# Stored items from a collection:
=== Section Start ===

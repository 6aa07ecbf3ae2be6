import { area } from "@turf/area";
import type { MultiPolygon, Polygon, Position } from "geojson";
import { z } from "zod";
import { firstSelfCrossing } from "./self-crossing";

/** A field's outline: GeoJSON (RFC 7946) Polygon or MultiPolygon, lon/lat in WGS84 degrees. */
export type Boundary = Polygon | MultiPolygon;

const position = z
  .array(z.number({ error: "A position is [longitude, latitude] in decimal degrees" }))
  .min(2, "A position is [longitude, latitude] in decimal degrees")
  .max(3, "A position is [longitude, latitude] or [longitude, latitude, height]");
const ring = z.array(position, { error: "A ring is a list of [longitude, latitude] positions" });
const polygonCoordinates = z.array(ring).min(1, "A polygon needs an outer ring");

const polygon = z.object({ type: z.literal("Polygon"), coordinates: polygonCoordinates });
const multiPolygon = z.object({
  type: z.literal("MultiPolygon"),
  coordinates: z.array(polygonCoordinates).min(1, "A MultiPolygon needs at least one polygon"),
});
const geometry = z.discriminatedUnion("type", [polygon, multiPolygon], {
  error: "A boundary is a GeoJSON Polygon or MultiPolygon geometry, or a Feature holding one",
});
const feature = z.object({ type: z.literal("Feature"), geometry, properties: z.unknown().optional() });

type Issue = { code: "custom"; message: string; path: (string | number)[] };

/** More corners than any surveyed or walked field needs; a bound on the work one request may ask for. */
export const MAX_BOUNDARY_POSITIONS = 10_000;

/** Positions in range, rings of four or more positions that close without crossing themselves. */
function checkRings(geom: Boundary, prefix: (string | number)[], addIssue: (issue: Issue) => void): void {
  const polygons: Position[][][] = geom.type === "Polygon" ? [geom.coordinates] : geom.coordinates;
  const count = polygons.reduce((sum, rings) => sum + rings.reduce((s, r) => s + r.length, 0), 0);
  if (count > MAX_BOUNDARY_POSITIONS) {
    addIssue({ code: "custom", message: `A boundary may have at most ${MAX_BOUNDARY_POSITIONS} positions; simplify it`, path: prefix });
    return;
  }
  polygons.forEach((rings, p) => {
    rings.forEach((r, i) => {
      const at = [...prefix, "coordinates", ...(geom.type === "Polygon" ? [] : [p]), i];
      r.forEach((pos, j) => {
        const [lon, lat] = pos as [number, number];
        if (!Number.isFinite(lon) || lon < -180 || lon > 180) {
          addIssue({ code: "custom", message: "Longitude must be between -180 and 180 (GeoJSON puts longitude first)", path: [...at, j, 0] });
        }
        if (!Number.isFinite(lat) || lat < -90 || lat > 90) {
          addIssue({ code: "custom", message: "Latitude must be between -90 and 90 (GeoJSON puts latitude second)", path: [...at, j, 1] });
        }
      });
      if (r.length < 4) {
        addIssue({ code: "custom", message: "A ring needs at least 4 positions: 3 corners and the first one repeated to close it", path: at });
        return;
      }
      const first = r[0]!;
      const last = r[r.length - 1]!;
      if (first[0] !== last[0] || first[1] !== last[1]) {
        addIssue({ code: "custom", message: "A ring must close: repeat its first position as its last", path: at });
        return;
      }
      const crossing = firstSelfCrossing(r);
      if (crossing) {
        addIssue({
          code: "custom",
          message: `The boundary crosses itself (edges ${crossing[0] + 1} and ${crossing[1] + 1}); redraw it so no two edges cross`,
          path: at,
        });
      }
    });
  });
}

/**
 * A field boundary as the API takes it: a Polygon or MultiPolygon geometry, or a Feature of one (as map
 * tools and KML/shapefile converters write them). Always comes out as the bare geometry.
 */
export const boundarySchema = z
  .discriminatedUnion("type", [polygon, multiPolygon, feature], {
    error: "A boundary is a GeoJSON Polygon or MultiPolygon geometry, or a Feature holding one",
  })
  .superRefine((value, ctx) => {
    const geom = value.type === "Feature" ? value.geometry : value;
    const before = ctx.issues.length;
    checkRings(geom, value.type === "Feature" ? ["geometry"] : [], (issue) => ctx.addIssue(issue));
    if (ctx.issues.length === before && boundaryAreaHa(geom) <= 0) {
      ctx.addIssue({ code: "custom", message: "The boundary encloses no area: its corners lie on one line", path: [] });
    }
  })
  .transform((value): Boundary => (value.type === "Feature" ? value.geometry : value));

/**
 * Area inside a boundary, hectares. @turf/area works on a sphere of the mean earth radius (6 371 008.8 m);
 * against the WGS84 ellipsoid that overstates areas by 0.45 % at the equator, agrees within 0.02 % at
 * 34° latitude and understates by 0.2 % at 45° and 0.56 % at 60° (tests/integration/setup-fields.test.ts),
 * well inside the accuracy of a drawn or walked boundary.
 */
export function boundaryAreaHa(boundary: Boundary): number {
  return area(boundary) / 10_000;
}

/**
 * The area-weighted centroid of a boundary (holes subtracted), computed on a local equirectangular plane
 * about its first position: at field scale that plane distorts less than a GPS fix errs.
 */
export function boundaryCentroid(boundary: Boundary): { latitude: number; longitude: number } {
  const polygons: Position[][][] = boundary.type === "Polygon" ? [boundary.coordinates] : boundary.coordinates;
  const origin = polygons[0]?.[0]?.[0];
  if (!origin) throw new Error("empty boundary");
  const [lon0, lat0] = origin as [number, number];
  const kx = Math.cos((lat0 * Math.PI) / 180);
  let sumA = 0;
  let sumX = 0;
  let sumY = 0;
  for (const rings of polygons) {
    rings.forEach((r, i) => {
      let a = 0;
      let cx = 0;
      let cy = 0;
      for (let j = 0; j + 1 < r.length; j++) {
        const x1 = (r[j]![0]! - lon0) * kx;
        const y1 = r[j]![1]! - lat0;
        const x2 = (r[j + 1]![0]! - lon0) * kx;
        const y2 = r[j + 1]![1]! - lat0;
        const cross = x1 * y2 - x2 * y1;
        a += cross;
        cx += (x1 + x2) * cross;
        cy += (y1 + y2) * cross;
      }
      // Outer rings add, holes subtract, whichever way round each was drawn.
      const sign = (i === 0 ? 1 : -1) * Math.sign(a);
      sumA += sign * (a / 2);
      sumX += sign * (cx / 6);
      sumY += sign * (cy / 6);
    });
  }
  if (sumA === 0) return { latitude: lat0, longitude: lon0 };
  return { latitude: lat0 + sumY / sumA, longitude: lon0 + sumX / sumA / kx };
}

=== Section End ===

# Prompt:
What you return must match the records exactly, down to the last line.

# Expected answer:
repository 6aa07ecbf3ae2be6
import { area } from "@turf/area";
import type { MultiPolygon, Polygon, Position } from "geojson";
import { z } from "zod";
import { firstSelfCrossing } from "./self-crossing";

/** A field's outline: GeoJSON (RFC 7946) Polygon or MultiPolygon, lon/lat in WGS84 degrees. */
export type Boundary = Polygon | MultiPolygon;

const position = z
  .array(z.number({ error: "A position is [longitude, latitude] in decimal degrees" }))
  .min(2, "A position is [longitude, latitude] in decimal degrees")
  .max(3, "A position is [longitude, latitude] or [longitude, latitude, height]");
const ring = z.array(position, { error: "A ring is a list of [longitude, latitude] positions" });
const polygonCoordinates = z.array(ring).min(1, "A polygon needs an outer ring");

const polygon = z.object({ type: z.literal("Polygon"), coordinates: polygonCoordinates });
const multiPolygon = z.object({
  type: z.literal("MultiPolygon"),
  coordinates: z.array(polygonCoordinates).min(1, "A MultiPolygon needs at least one polygon"),
});
const geometry = z.discriminatedUnion("type", [polygon, multiPolygon], {
  error: "A boundary is a GeoJSON Polygon or MultiPolygon geometry, or a Feature holding one",
});
const feature = z.object({ type: z.literal("Feature"), geometry, properties: z.unknown().optional() });

type Issue = { code: "custom"; message: string; path: (string | number)[] };

/** More corners than any surveyed or walked field needs; a bound on the work one request may ask for. */
export const MAX_BOUNDARY_POSITIONS = 10_000;

/** Positions in range, rings of four or more positions that close without crossing themselves. */
function checkRings(geom: Boundary, prefix: (string | number)[], addIssue: (issue: Issue) => void): void {
  const polygons: Position[][][] = geom.type === "Polygon" ? [geom.coordinates] : geom.coordinates;
  const count = polygons.reduce((sum, rings) => sum + rings.reduce((s, r) => s + r.length, 0), 0);
  if (count > MAX_BOUNDARY_POSITIONS) {
    addIssue({ code: "custom", message: `A boundary may have at most ${MAX_BOUNDARY_POSITIONS} positions; simplify it`, path: prefix });
    return;
  }
  polygons.forEach((rings, p) => {
    rings.forEach((r, i) => {
      const at = [...prefix, "coordinates", ...(geom.type === "Polygon" ? [] : [p]), i];
      r.forEach((pos, j) => {
        const [lon, lat] = pos as [number, number];
        if (!Number.isFinite(lon) || lon < -180 || lon > 180) {
          addIssue({ code: "custom", message: "Longitude must be between -180 and 180 (GeoJSON puts longitude first)", path: [...at, j, 0] });
        }
        if (!Number.isFinite(lat) || lat < -90 || lat > 90) {
          addIssue({ code: "custom", message: "Latitude must be between -90 and 90 (GeoJSON puts latitude second)", path: [...at, j, 1] });
        }
      });
      if (r.length < 4) {
        addIssue({ code: "custom", message: "A ring needs at least 4 positions: 3 corners and the first one repeated to close it", path: at });
        return;
      }
      const first = r[0]!;
      const last = r[r.length - 1]!;
      if (first[0] !== last[0] || first[1] !== last[1]) {
        addIssue({ code: "custom", message: "A ring must close: repeat its first position as its last", path: at });
        return;
      }
      const crossing = firstSelfCrossing(r);
      if (crossing) {
        addIssue({
          code: "custom",
          message: `The boundary crosses itself (edges ${crossing[0] + 1} and ${crossing[1] + 1}); redraw it so no two edges cross`,
          path: at,
        });
      }
    });
  });
}

/**
 * A field boundary as the API takes it: a Polygon or MultiPolygon geometry, or a Feature of one (as map
 * tools and KML/shapefile converters write them). Always comes out as the bare geometry.
 */
export const boundarySchema = z
  .discriminatedUnion("type", [polygon, multiPolygon, feature], {
    error: "A boundary is a GeoJSON Polygon or MultiPolygon geometry, or a Feature holding one",
  })
  .superRefine((value, ctx) => {
    const geom = value.type === "Feature" ? value.geometry : value;
    const before = ctx.issues.length;
    checkRings(geom, value.type === "Feature" ? ["geometry"] : [], (issue) => ctx.addIssue(issue));
    if (ctx.issues.length === before && boundaryAreaHa(geom) <= 0) {
      ctx.addIssue({ code: "custom", message: "The boundary encloses no area: its corners lie on one line", path: [] });
    }
  })
  .transform((value): Boundary => (value.type === "Feature" ? value.geometry : value));

/**
 * Area inside a boundary, hectares. @turf/area works on a sphere of the mean earth radius (6 371 008.8 m);
 * against the WGS84 ellipsoid that overstates areas by 0.45 % at the equator, agrees within 0.02 % at
 * 34° latitude and understates by 0.2 % at 45° and 0.56 % at 60° (tests/integration/setup-fields.test.ts),
 * well inside the accuracy of a drawn or walked boundary.
 */
export function boundaryAreaHa(boundary: Boundary): number {
  return area(boundary) / 10_000;
}

/**
 * The area-weighted centroid of a boundary (holes subtracted), computed on a local equirectangular plane
 * about its first position: at field scale that plane distorts less than a GPS fix errs.
 */
export function boundaryCentroid(boundary: Boundary): { latitude: number; longitude: number } {
  const polygons: Position[][][] = boundary.type === "Polygon" ? [boundary.coordinates] : boundary.coordinates;
  const origin = polygons[0]?.[0]?.[0];
  if (!origin) throw new Error("empty boundary");
  const [lon0, lat0] = origin as [number, number];
  const kx = Math.cos((lat0 * Math.PI) / 180);
  let sumA = 0;
  let sumX = 0;
  let sumY = 0;
  for (const rings of polygons) {
    rings.forEach((r, i) => {
      let a = 0;
      let cx = 0;
      let cy = 0;
      for (let j = 0; j + 1 < r.length; j++) {
        const x1 = (r[j]![0]! - lon0) * kx;
        const y1 = r[j]![1]! - lat0;
        const x2 = (r[j + 1]![0]! - lon0) * kx;
        const y2 = r[j + 1]![1]! - lat0;
        const cross = x1 * y2 - x2 * y1;
        a += cross;
        cx += (x1 + x2) * cross;
        cy += (y1 + y2) * cross;
      }
      // Outer rings add, holes subtract, whichever way round each was drawn.
      const sign = (i === 0 ? 1 : -1) * Math.sign(a);
      sumA += sign * (a / 2);
      sumX += sign * (cx / 6);
      sumY += sign * (cy / 6);
    });
  }
  if (sumA === 0) return { latitude: lat0, longitude: lon0 };
  return { latitude: lat0 + sumY / sumA, longitude: lon0 + sumX / sumA / kx };
}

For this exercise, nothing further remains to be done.